In a decision dated 26 October 2011, the French Supreme Court unexpectedly held that meetings of Central Works Councils could, under certain circumstances, take place via videoconference.

This case dealt with a ‘virtual meeting’ which was organized unilaterally by the management of L’Oréal Cosmétique, without obtaining the approval of the relevant trade union (la Confédération Française des Travailleurs Chrétiens).  The union then challenged the validity of the meeting on this basis.  

The first argument put forward by the union was that holding the meeting by videoconference defeated the purpose of meetings of the Central Works Council which were traditionally held somewhere chosen by the employer in order to bring together the employee representatives from a range of different establishments in one place.  Although the union acknowledged that developments in technology means that in time habits may have to change, it argued that the use of videoconferencing should have been authorised under the Works Council’s internal rules or that the President of the Council should have at least obtained approval from a majority of its members.

The Supreme Court took a more relaxed approach than the union, noting that “none of the participants expressed any concerns about the use of videoconferencing or said that they were unhappy to hold the meeting via videoconference and none of the matters which were on the agenda of the meeting needed to be decided by a secret ballot”.  Accordingly, there was no reason to render the meeting invalid just because it had been held as a videoconference. 
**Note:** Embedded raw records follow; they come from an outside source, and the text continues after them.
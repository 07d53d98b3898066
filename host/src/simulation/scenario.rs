//! What happens on the simulated bench, and when: a script.
//!
//! A script is a TOML file with one `[[happening]]` after another:
//!
//! ```toml
//! [[happening]]
//! at_seconds = 1.5
//! do = "set-volts"
//! volts = 2500.0
//! ```

use std::path::Path;

use serde::Deserialize;
use thiserror::Error;

use crate::text;

/// Which string a fault is in.
#[derive(Clone, Copy, Debug, PartialEq, Eq, Deserialize)]
#[serde(rename_all = "kebab-case")]
pub enum Which {
    /// The main sense.
    Sense,
    /// The cross-sense.
    Cross,
}

/// One thing that happens.
#[derive(Clone, Copy, Debug, PartialEq, Deserialize)]
#[serde(tag = "do", rename_all = "kebab-case")]
pub enum What {
    /// The supply's knob is turned at once.
    SetVolts {
        /// To so many volts.
        volts: f64,
    },
    /// The knob is turned evenly.
    Ramp {
        /// To so many volts.
        volts: f64,
        /// So fast.
        volts_per_second: f64,
    },
    /// The mains sag, and the voltage with them.
    Sag {
        /// By this fraction.
        fraction: f64,
        /// For so long.
        seconds: f64,
    },
    /// The voltage jumps.
    Jump {
        /// By this fraction.
        fraction: f64,
    },
    /// The tube breaks down.
    Arc,
    /// A door opens: both loops.
    OpenDoor,
    /// It closes.
    CloseDoor,
    /// Loop A alone opens.
    OpenLoopA,
    /// Loop B alone opens.
    OpenLoopB,
    /// Loop A closes.
    CloseLoopA,
    /// Loop B closes.
    CloseLoopB,
    /// The reset button is pressed.
    PressButton,
    /// It is released.
    ReleaseButton,
    /// A contactor welds.
    WeldContactor,
    /// The welded contactor is replaced.
    FreeContactor,
    /// A string reads this factor of the truth: 0 is open, 2 a low side half open, 1.11 one of ten elements shorted.
    StringFactor {
        /// Which.
        which: Which,
        /// The factor.
        factor: f64,
    },
    /// A converter stands at the end of its scale.
    OverRange {
        /// Which.
        which: Which,
    },
    /// A converter gives nothing.
    Silent {
        /// Which.
        which: Which,
    },
    /// A converter repeats itself.
    Frozen {
        /// Which.
        which: Which,
    },
    /// A string and its converter are whole again.
    Mend {
        /// Which.
        which: Which,
    },
    /// The camera begins to take frames.
    StartCamera,
    /// It stops.
    StopCamera,
    /// The enclosure's temperature.
    Celsius {
        /// Degrees.
        celsius: f64,
    },
}

/// One happening.
#[derive(Clone, Copy, Debug, PartialEq, Deserialize)]
pub struct Happening {
    /// When, seconds of true time.
    pub at_seconds: f64,
    /// What.
    #[serde(flatten)]
    pub what: What,
}

/// A script.
#[derive(Clone, Debug, Default, PartialEq, Deserialize)]
#[serde(deny_unknown_fields)]
pub struct Scenario {
    /// In the order of time.
    #[serde(default, rename = "happening")]
    pub happenings: Vec<Happening>,
}

/// Why a script cannot be used.
#[derive(Debug, Error)]
pub enum ScenarioError {
    /// It could not be read.
    #[error(transparent)]
    Text(#[from] text::TextError),
    /// It is not what a script must be.
    #[error("{origin}, line {line}: {problem}; the kinds of happening are listed by `ringvolt simulate --help`")]
    Script {
        /// The file.
        origin: String,
        /// Line.
        line: usize,
        /// What is wrong.
        problem: String,
    },
}

const LONGEST_SCRIPT: u64 = 1 << 20;

impl Scenario {
    /// Reads a script.
    ///
    /// # Errors
    /// With file, line and what is wrong.
    pub fn load(path: &Path) -> Result<Self, ScenarioError> {
        Self::parse(&text::read(path, LONGEST_SCRIPT)?, &path.display().to_string())
    }

    /// Reads a script from its text.
    ///
    /// # Errors
    /// With line and what is wrong.
    pub fn parse(script: &str, origin: &str) -> Result<Self, ScenarioError> {
        let fault = |line: usize, problem: String| ScenarioError::Script { origin: origin.to_owned(), line, problem };
        let mut scenario: Self = toml::from_str(script).map_err(|error: toml::de::Error| {
            let line = error.span().map_or(1, |span| text::line_at(script, span.start));
            fault(line, error.message().lines().next().unwrap_or("is no TOML").to_owned())
        })?;
        for (index, happening) in scenario.happenings.iter().enumerate() {
            if let Some(problem) = problem(happening) {
                let line = nth_happening_line(script, index);
                return Err(fault(line, problem.to_owned()));
            }
        }
        scenario.happenings.sort_by(|a, b| a.at_seconds.total_cmp(&b.at_seconds));
        Ok(scenario)
    }

    fn of(happenings: impl IntoIterator<Item = (f64, What)>) -> Self {
        Self { happenings: happenings.into_iter().map(|(at_seconds, what)| Happening { at_seconds, what }).collect() }
    }

    /// Someone tests the door, presses Reset and turns the knob: the tube is up some two seconds after `from`.
    pub fn start(from: f64, volts: f64) -> Vec<(f64, What)> {
        vec![
            (from + 0.1, What::OpenDoor),
            (from + 0.5, What::CloseDoor),
            (from + 0.8, What::PressButton),
            (from + 1.0, What::ReleaseButton),
            (from + 1.1, What::SetVolts { volts }),
        ]
    }

    /// A steady tube at one voltage, from the start on, with the camera running from 4 s.
    pub fn steady(volts: f64) -> Self {
        let mut happenings = Self::start(0.3, volts);
        happenings.push((4.0, What::StartCamera));
        Self::of(happenings)
    }

    /// The scenario of `demo` and of `simulate` without a script: five voltages, with a step, a sag and an opened door
    /// in between, over `seconds` (20 or more).
    pub fn demonstration(seconds: f64) -> Self {
        let span = (seconds - 4.0).max(16.0);
        let at = |share: f64| 4.0 + share * span;
        let mut happenings = Self::start(0.3, 2_500.0);
        happenings.push((4.0, What::StartCamera));
        happenings.push((at(0.16), What::Jump { fraction: 0.03 }));
        for (share, volts) in [(0.24, 3_000.0), (0.42, 3_500.0), (0.56, 4_000.0)] {
            happenings.push((at(share), What::SetVolts { volts }));
        }
        happenings.push((at(0.50), What::Sag { fraction: 0.04, seconds: 0.5 }));
        happenings.push((at(0.66), What::OpenDoor));
        happenings.push((at(0.66) + 0.6, What::CloseDoor));
        happenings.push((at(0.66) + 1.0, What::PressButton));
        happenings.push((at(0.66) + 1.2, What::ReleaseButton));
        happenings.push((at(0.82), What::SetVolts { volts: 4_500.0 }));
        happenings.push((seconds - 0.8, What::StopCamera));
        let mut scenario = Self::of(happenings);
        scenario.happenings.sort_by(|a, b| a.at_seconds.total_cmp(&b.at_seconds));
        scenario
    }
}

fn problem(happening: &Happening) -> Option<&'static str> {
    let fraction = |value: f64| !(-0.99..=10.0).contains(&value);
    let volts = |value: f64| !(0.0..=20_000.0).contains(&value);
    if !(0.0..=1e7).contains(&happening.at_seconds) {
        return Some("at_seconds must be 0 to 10000000");
    }
    match happening.what {
        What::SetVolts { volts: v } | What::Ramp { volts: v, .. } if volts(v) => Some("volts must be 0 to 20000"),
        What::Ramp { volts_per_second, .. } if !(1e-3..=1e6).contains(&volts_per_second) => {
            Some("volts_per_second must be 0.001 to 1000000")
        }
        What::Sag { fraction: f, .. } | What::Jump { fraction: f } if fraction(f) => {
            Some("fraction must be -0.99 to 10")
        }
        What::Sag { seconds, .. } if !(0.0..=3_600.0).contains(&seconds) => Some("seconds must be 0 to 3600"),
        What::StringFactor { factor, .. } if !(0.0..=10.0).contains(&factor) => Some("factor must be 0 to 10"),
        What::Celsius { celsius } if !(-40.0..=85.0).contains(&celsius) => Some("celsius must be -40 to 85"),
        _ => None,
    }
}

/// The line of the n-th `[[happening]]`.
fn nth_happening_line(script: &str, index: usize) -> usize {
    let heads = script.lines().enumerate().filter(|(_, line)| line.trim_start().starts_with("[[happening]]"));
    heads.map(|(line, _)| line + 1).nth(index).unwrap_or(1)
}

#[cfg(test)]
mod tests {
    use super::*;

    #[test]
    fn a_script_is_read_in_the_order_of_time() {
        let script = "[[happening]]\nat_seconds = 2.0\ndo = \"arc\"\n[[happening]]\nat_seconds = 1.0\ndo = \"set-volts\"\nvolts = 2500.0\n";
        let scenario = Scenario::parse(script, "script").unwrap();
        assert_eq!(scenario.happenings[0].what, What::SetVolts { volts: 2_500.0 });
        assert_eq!(scenario.happenings[1].what, What::Arc);
    }

    #[test]
    fn what_is_wrong_is_told_with_its_line() {
        for (script, words) in [
            ("[[happening]]\nat_seconds = 1.0\ndo = \"dance\"\n", "dance"),
            ("\n[[happening]]\nat_seconds = -1.0\ndo = \"arc\"\n", "line 2"),
            ("[[happening]]\nat_seconds = 1.0\ndo = \"set-volts\"\nvolts = 99999.0\n", "volts must be"),
            ("[[happening]]\ndo = \"arc\"\n", "at_seconds"),
            ("happening = 3", "line 1"),
        ] {
            let error = Scenario::parse(script, "my.toml").unwrap_err().to_string();
            assert!(error.contains(words) && error.contains("my.toml"), "{error}");
        }
    }
}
There are, however, limits on what will constitute a valid videoconference for these purposes.  It must be possible to see all of the participants in the meeting: a conference call where you can’t actually see who you are speaking to will not satisfy this requirement.  Additionally, the parties must all consent to the use of videoconferencing, even if this is only by not actively objecting: one opposition would be enough to invalidate the meeting.  Furthermore, it would not be appropriate to use videoconferencing if there was going to be a secret ballot.  On this point, the Supreme Court’s approach is more restrictive than that of the State Council, which did not object to a secret ballot held in relation to the dismissal of a protected employee taking place during a videoconference.